A good example of what I mean when I say that community marketing is 2/3rds “lowering barriers” is an aspect we backed into during my final startup 25 years ago in Durham, North Carolina.
Even today, this part of the job is under the radar of or considered an inconvenience by far too many destination marketing organizations.
We came to earn a franchise for this aspect while leveraging data or information-based strategy-making and marketing decision-making, somewhat novel at the time, and it seems still only given lip service by many economic development organizations in general.
Not only did that approach help us much more quickly leapfrog much more established competitors but a side effect was that within a few months of startup we had earned a “go to” reputation with financiers, developers and those seeking commercial tenants.
I noted it when a week or two after start up out-of-town appraisers began to drop by up to several times a week and were extremely impressed with the results of even our initial metrics.

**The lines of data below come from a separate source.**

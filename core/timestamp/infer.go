package timestamp

import (
	"strings"
	"sync"
)

// candidateFormats compiles candidates once, on first use; the formats are immutable.
var candidateFormats = sync.OnceValue(func() []*Format {
	var fs []*Format
	for _, c := range candidates {
		f, err := ParseFormat(c)
		if err != nil {
			panic("timestamp: bad built-in layout " + c)
		}
		fs = append(fs, f)
	}
	return fs
})

// candidates are the layouts Infer tries, most specific first (unexported, so that nothing can
// change them after candidateFormats compiled them). Day-first and month-first
// layouts come in pairs that differ only in the order of D and M.
var candidates = []string{
	"YYYY-MM-DDThh:mm[:ss[.f]][Z]",
	"YYYY-MM-DD hh:mm[:ss[.f]][Z]",
	"YYYY-MM-DD",
	"YYYY/MM/DD hh:mm[:ss[.f]]",
	"YYYY/MM/DD",
	"D.M.YYYY[ h:mm[:ss[.f]]]",
	"D/M/YYYY[ h:mm[:ss[.f]]]",
	"M/D/YYYY[ h:mm[:ss[.f]]]",
	"D/M/YYYY h:mm[:ss] AP",
	"M/D/YYYY h:mm[:ss] AP",
	"D-M-YYYY[ h:mm[:ss[.f]]]",
	"M-D-YYYY[ h:mm[:ss[.f]]]",
	"D MMM YYYY[ h:mm[:ss[.f]]]",
	"D. MMM YYYY[ h:mm[:ss[.f]]]",
	"D-MMM-YYYY[ h:mm[:ss[.f]]]",
	"D-MMM-YY[ h:mm[:ss[.f]]]",
	"MMM D, YYYY[ h:mm[:ss[.f]]]",
	"MMM D, YYYY h:mm[:ss] AP",
	"WWW, D MMM YYYY hh:mm[:ss] Z",
	"epoch-s",
	"epoch-ms",
}

// Inference is what Infer found.
type Inference struct {
	// Format parses every non-empty sample value; nil when no candidate does.
	Format *Format `json:"format"`
	// Ambiguous is set when another candidate with day and month swapped parses the sample too;
	// Alternative is that candidate. Format is then the day-first one (the order most of the
	// world writes), and the caller should ask the user.
	Ambiguous   bool    `json:"ambiguous"`
	Alternative *Format `json:"alternative,omitempty"`
	// Parsed and Total count the sample's non-empty values and how many the best candidate read.
	Parsed int `json:"parsed"`
	Total  int `json:"total"`
}

// epoch ranges: values read as epoch seconds or milliseconds must fall between 1971 and 2100,
// so that a column of plain counts or amounts is not taken for timestamps (common practice).
const (
	epochMin = 365 * 86400 * 1e6
	epochMax = 4102444800 * 1e6
)

// Infer finds the candidate layout that parses the most non-empty values of sample. A layout
// counts only if it parses at least 95% of them (a few malformed values must not hide the format
// of a column; they are reported later, row by row, when the column is read).
func Infer(sample []string) Inference { return InferShare(sample, 0.95) }

// InferShare is Infer with the least share of values the layout must parse, for a column that is
// known to hold times (the user said so, or its header does) but has many malformed values.
func InferShare(sample []string, minShare float64) Inference {
	best := Inference{}
	fs := candidateFormats()
	counts := make([]int, len(fs))
	total := 0
	for _, s := range sample {
		b := trimSpace([]byte(s))
		if len(b) == 0 {
			continue
		}
		total++
		for k, f := range fs {
			t, ok := f.Parse(b)
			if ok && f.epoch != 0 && (t < epochMin || t > epochMax) {
				ok = false
			}
			if ok {
				counts[k]++
			}
		}
	}
	best.Total = total
	if total == 0 {
		return best
	}
	bestK := -1
	for k := range fs {
		if counts[k] > 0 && (bestK < 0 || counts[k] > counts[bestK]) {
			bestK = k
		}
	}
	if bestK < 0 || float64(counts[bestK]) < float64(total)*minShare {
		if bestK >= 0 {
			best.Parsed = counts[bestK]
		}
		return best
	}
	best.Format, best.Parsed = fs[bestK], counts[bestK]
	if twin := swapDM(candidates[bestK]); twin != "" {
		for k, c := range candidates {
			if c == twin && counts[k] == counts[bestK] {
				best.Ambiguous = true
				best.Alternative = fs[k]
				if strings.HasPrefix(candidates[bestK], "M") {
					best.Format, best.Alternative = fs[k], fs[bestK]
				}
			}
		}
	}
	return best
}

// swapDM returns the layout with its day and month fields swapped, or "" for a layout that
// starts with the year (whose order is never in doubt).
func swapDM(layout string) string {
	if strings.Contains(layout, "MMM") {
		return "" // a month name is never a day
	}
	switch {
	case strings.HasPrefix(layout, "D/M"), strings.HasPrefix(layout, "D-M"):
		return "M" + layout[1:2] + "D" + layout[3:]
	case strings.HasPrefix(layout, "M/D"), strings.HasPrefix(layout, "M-D"):
		return "D" + layout[1:2] + "M" + layout[3:]
	}
	return ""
}
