# Tracewright: the two commands a user needs are `make run` and `make test` (README.md).
GO        ?= go
WASM_EXEC := $(shell $(GO) env GOROOT)/lib/wasm/go_js_wasm_exec
DEMO      := testdata/workshop.csv

.PHONY: run page test vet test-native test-wasm cli bench bench-analyses bench-page fuzz demo clean

## run: build the page (dist/tracewright.html) and serve dist/ on 127.0.0.1:8080
run: page
	$(GO) run ./tools/serve -dir dist -addr 127.0.0.1:8080

## page: build dist/tracewright.html, one self-contained file (prints its sha256)
page:
	$(GO) run ./tools/bundle -out dist/tracewright.html

## test: vet, then every test natively (browser tests included: they need /usr/bin/chromium,
## and skip without it outside CI) and the core's tests under GOOS=js GOARCH=wasm (node)
test: vet test-native test-wasm

vet:
	$(GO) vet ./...
	GOOS=js GOARCH=wasm $(GO) vet ./core/... ./wasm/

test-native:
	$(GO) test -count=1 ./...

test-wasm:
	GOOS=js GOARCH=wasm $(GO) test -count=1 -exec="$(WASM_EXEC)" ./core/...

## cli: build bin/tracewright and bin/loggen
cli:
	$(GO) build -trimpath -o bin/tracewright ./tools/tracewright
	$(GO) build -trimpath -o bin/loggen ./tools/loggen

## bench: intake, memory and timestamp benchmarks (figures side by side with encoding/csv)
bench:
	$(GO) test -run '^$$' -bench . -benchmem -benchtime 3x ./core/intake/
	$(GO) test -run '^$$' -bench . -benchmem ./core/timestamp/

## bench-analyses: discovery, layout against Graphviz dot, alignments and forecasts (each prints
## its figures and ratios; the alignment and forecast runs take several minutes)
bench-analyses:
	$(GO) test -run '^$$' -bench . -benchtime 1x ./core/discovery/
	$(GO) test -run '^$$' -bench 'AgainstDot|Layout' -benchtime 1x ./core/layout/
	$(GO) test -run '^$$' -bench 'AlignVariants|Workshop' -benchtime 1x -timeout 30m ./core/conformance/
	$(GO) test -run '^$$' -bench Predict -benchtime 1x ./core/predict/

## bench-page: the page in headless chromium: start-up, a 1M-event CSV to the overview, peak
## memory, and the same intake natively in the same run; then the intake alone compiled for
## wasm in chromium and under node beside native
bench-page:
	$(GO) test -run '^$$' -bench 'BenchmarkPage|BenchmarkIntakeInChromium' -benchtime 1x -timeout 20m ./tools/bundle/

## fuzz: a short run of every fuzz target (FUZZTIME each)
FUZZTIME ?= 30s
fuzz:
	$(GO) test -run '^$$' -fuzz '^FuzzRecords$$' -fuzztime $(FUZZTIME) ./core/intake/
	$(GO) test -run '^$$' -fuzz '^FuzzReadCSV$$' -fuzztime $(FUZZTIME) ./core/intake/
	$(GO) test -run '^$$' -fuzz '^FuzzReadXES$$' -fuzztime $(FUZZTIME) ./core/intake/
	$(GO) test -run '^$$' -fuzz '^FuzzXMLScanner$$' -fuzztime $(FUZZTIME) ./core/intake/
	$(GO) test -run '^$$' -fuzz '^FuzzEncodingName$$' -fuzztime $(FUZZTIME) ./core/intake/
	$(GO) test -run '^$$' -fuzz '^FuzzCSVRoundTrip$$' -fuzztime $(FUZZTIME) ./core/export/
	$(GO) test -run '^$$' -fuzz '^FuzzXESRoundTrip$$' -fuzztime $(FUZZTIME) ./core/export/
	$(GO) test -run '^$$' -fuzz '^FuzzParse$$' -fuzztime $(FUZZTIME) ./core/timestamp/
	$(GO) test -run '^$$' -fuzz '^FuzzParse$$' -fuzztime $(FUZZTIME) ./core/tree/
	$(GO) test -run '^$$' -fuzz '^FuzzReadPNML$$' -fuzztime $(FUZZTIME) ./core/petri/

## demo: rewrite the demo logs in testdata/ from the generator (deterministic)
demo: cli
	./bin/loggen --events 6000 --seed 2026 --noise 0.05 --start-times --cases-per-day 3 \
		--csv testdata/workshop.csv --xes testdata/workshop.xes.gz --truth testdata/workshop.truth.json --detail

clean:
	rm -rf bin dist
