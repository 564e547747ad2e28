package timestamp

import "time"

// rfc3339Micro keeps up to six fraction digits and drops trailing zeros, so a time read from
// "2024-03-01T08:00:00.250Z" is written back as it came.
const rfc3339Micro = "2006-01-02T15:04:05.999999Z07:00"

// AppendRFC3339 appends t (Unix microseconds) as an RFC 3339 / xs:dateTime text in UTC.
func AppendRFC3339(dst []byte, t int64) []byte {
	return time.UnixMicro(t).UTC().AppendFormat(dst, rfc3339Micro)
}

// FormatRFC3339 is AppendRFC3339 into a new string.
func FormatRFC3339(t int64) string {
	return string(AppendRFC3339(nil, t))
}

It was particularly clear that our perspective and back up was reversing negative impressions volunteered about Durham while they were conducting similar appraisals in other parts of the state, especially in a nearby rival community.
Word quickly spread among local businesses and soon I was assisting four or five appraisals or reappraisals a week and did so until I retired more than two decades later.
Reappraisals are the updated value computations required by lenders before renewing or extending finance for existing developments.
Soon new project developers caught on and we became the “go to” place to inform appraisers and financiers on the front end of projects while at the same time, we were earning a reputation for developing reliable estimates of community impact for local officials.
None of this had fit under the customary heading of community marketing unless as I did at the time, you put it under the heading of community relations and do it on the side as a way to further leverage information we had developed to inform promotional decisions.
Promotion of existing assets and community development always go hand in hand. Community-destination marketing organizations are involved in what economists call “demand-driven” economic development.
This is the process where marketing fuels demand for existing developments and the market responds by generating new or adaptive reuse of existing developments.
But lowering the barriers to sustainable financing is a function of information which is best leveraged from destination marketing organizations where the data is already gleaned to shape and measure their primary task of telling the community’s story.
As I would soon learn from earning this franchise, unusual for the time, parallel redistribution of marketing data for uses such as these may be equal in importance to the role of many traditional promotion techniques.
As word spread, DMOs in other communities began to call because they were being asked for similar information. But what was easy for us because data was a strategic pillar to our marketing, seemed overwhelming and foreign to many peers.
Seemingly effortless to some, distilling and applying perceptions and insights from data must be cultivated. It is a way of thinking about and shaping action that doesn’t derive from titles or position.
The value was confirmed to me during the early 90s evolution of an adaptive reuse project in downtown Durham that subsequently triggered and continues to trigger a chain reaction of of millions of square feet similar projects.
Leaving a presentation, a banker told me in front of others that in his opinion we had stumbled onto the answer to the proverbial conundrum of “chicken or egg” in community revitalization and development, at least for Durham.
He went on to make me self conscious in front of strategic partners by lavishing praise on the data we had provided, both hard data and analysis.
To him, it had removed any obstacle to providing the financing, but I knew that was only part of closing any deal, aspects of which were the forte of economic development partners on the supply-side.
To me, it confirmed the time we had been devoting to communication and data to lower barriers to financing was as important to un-inhibiting visitation as this same communication and data was to promoting Durham to prospective visitors.
The barriers to lower went far beyond correcting misimpressions. When millions and millions of dollars are at stake, data-driven insights also proactively put the community narrative in a perspective necessary for the financial markets.
His and subsequent words from lenders and appraisers over the year also confirmed the wisdom of the North Carolina General Assembly for legislation restricting the diversion of dollars meant for community marketing into product development to no more than a third.
The meaning of marketing was also stipulated.
Durham’s community organization is so fortunate that my successor has an even better ability to distill data into insight. This qualification for succession even rivals the indispensible grasp of and and ability to convey both the organization’s story as well as the community’s.
Hopefully these observations are useful to a new generation of community marketers.